There's...probably a whole ton more, but I'm running out of focus right now.
EDIT: Oh! It made me hugely more competent at navigating, interpreting and understanding art, especially from other cultures. Literary modes, aesthetics, music and styles; also narrative and its uses.
Fascinating, but... my Be Specific detector is going off and asking, not just for the abstract generalizations you concluded, but the specific examples that made you conclude them.
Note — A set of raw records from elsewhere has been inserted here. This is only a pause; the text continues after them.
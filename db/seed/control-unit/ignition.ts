import {
  byPressure,
  bySpeed,
  filled,
  fixedAxis,
  type Item,
  ownAxis,
  ramp,
} from "@/db/seed/control-unit/item";

const fn = "Ignition";
const intakeAir = ownAxis(
  "intake_air_temperature",
  "Temperature_C",
  "UBYTE",
  [0, 20, 30, 40, 50, 70],
  [-40, 120],
);
const pressure = ownAxis(
  "manifold_pressure_absolute",
  "Pressure_kPa",
  "UWORD",
  [60, 120, 180, 220],
  [0, 300],
);
const battery = ownAxis("battery_voltage", "Battery_V", "UBYTE", [8, 10, 12, 14, 16], [6, 18]);
const steps = fixedAxis(
  "knock_count",
  "Number",
  "/begin FIX_AXIS_PAR_LIST 0 1 2 3 5 8 /end FIX_AXIS_PAR_LIST",
  [0, 1, 2, 3, 5, 8],
  [0, 20],
);

const base = (rpm: number, kPa: number) =>
  8 + 24 * ramp(rpm, 800, 4200) + 4 * ramp(rpm, 4200, 6600) - 0.135 * Math.max(0, kPa - 80);

export const IGNITION: readonly Item[] = [
  {
    ...{
      name: "Ignition.Base",
      text: "Ignition before top dead centre",
      fn,
      scale: "Angle_deg",
      type: "SWORD",
    },
    ...{ limits: [-20, 50], extended: [-30, 60], axes: [bySpeed, byPressure], byColumn: true },
    values: filled([bySpeed, byPressure], base, 1),
  },
  {
    ...{
      name: "Ignition.Air_correction",
      text: "Later ignition with warm air",
      fn,
      scale: "Angle_deg",
      type: "SBYTE",
    },
    ...{ limits: [-12, 0], axes: [intakeAir, pressure] },
    values: filled(
      [intakeAir, pressure],
      (celsius, kPa) => -9 * ramp(celsius, 25, 70) * ramp(kPa, 60, 220),
      1,
    ),
  },
  {
    ...{
      name: "Ignition.Knock_step",
      text: "How much later after a knock",
      fn,
      scale: "Angle_deg",
      type: "UBYTE",
    },
    ...{ limits: [0, 6], values: [0.8] },
  },
  {
    ...{
      name: "Ignition.Knock_return",
      text: "Cycles until a step is taken back",
      fn,
      scale: "Number",
      type: "UWORD",
    },
    ...{ limits: [0, 500], axes: [steps], values: [20, 40, 60, 90, 140, 220] },
  },
  {
    ...{
      name: "Ignition.Knock_most",
      text: "Latest that knock may call for",
      fn,
      scale: "Angle_deg",
      type: "SBYTE",
    },
    ...{ limits: [-12, 0], values: [-7.5] },
  },
  {
    ...{
      name: "Ignition.Knock_weight",
      text: "Weight of sensors by cylinder",
      fn,
      scale: "Share_percent",
      type: "UBYTE",
    },
    ...{ limits: [0, 100], dims: [4, 2], values: [100, 60, 40, 20, 20, 40, 60, 100], byColumn: true },
  },
  {
    ...{
      name: "Ignition.Coil_time",
      text: "Time that a coil is charged",
      fn,
      scale: "Time_ms",
      type: "UWORD",
    },
    ...{ limits: [0.5, 8], axes: [battery], values: [6.4, 4.6, 3.4, 2.6, 2.1] },
  },
  {
    ...{ name: "Ignition.Idle", text: "Ignition while idling", fn, scale: "Angle_deg", type: "SWORD" },
    ...{ limits: [-5, 20], values: [7.5] },
  },
];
Filling in at least one case of "I thought I should dress like X, but then Y happened, now I dress like Z", even - my detector is going off because all the paragraphs are describing the abstract conclusions.
(I think this could make an interesting and valuable top-level post.)
Me too.
I don't know the history in East Asia, but closer to where the Abrahamic religions arose one had the ancient Greeks who were ok with most forms of homosexuality. The only reservations they had about homosexuality as I understand it had to do with issues of honor if one were a male who was penetrated.
Edit: I get the impression from this article that the attitudes of ancient Indians to homosexuality has become so bogged down in modern politics that it may be difficult for non-experts to tell. I'll try to look into this more later.
IIRC, in pre-Christian Rome/Greece, homosexuality was considered OK only if the receiving partner was young enough.
Extrapolated CEV would be working from observable evidence + a good prior. Whereas lots of people insist it's very important to them to believe in a deity through faith, despite any contrary evidence (let alone lack of evidence). How are you going to tell the CEV to ignore such values?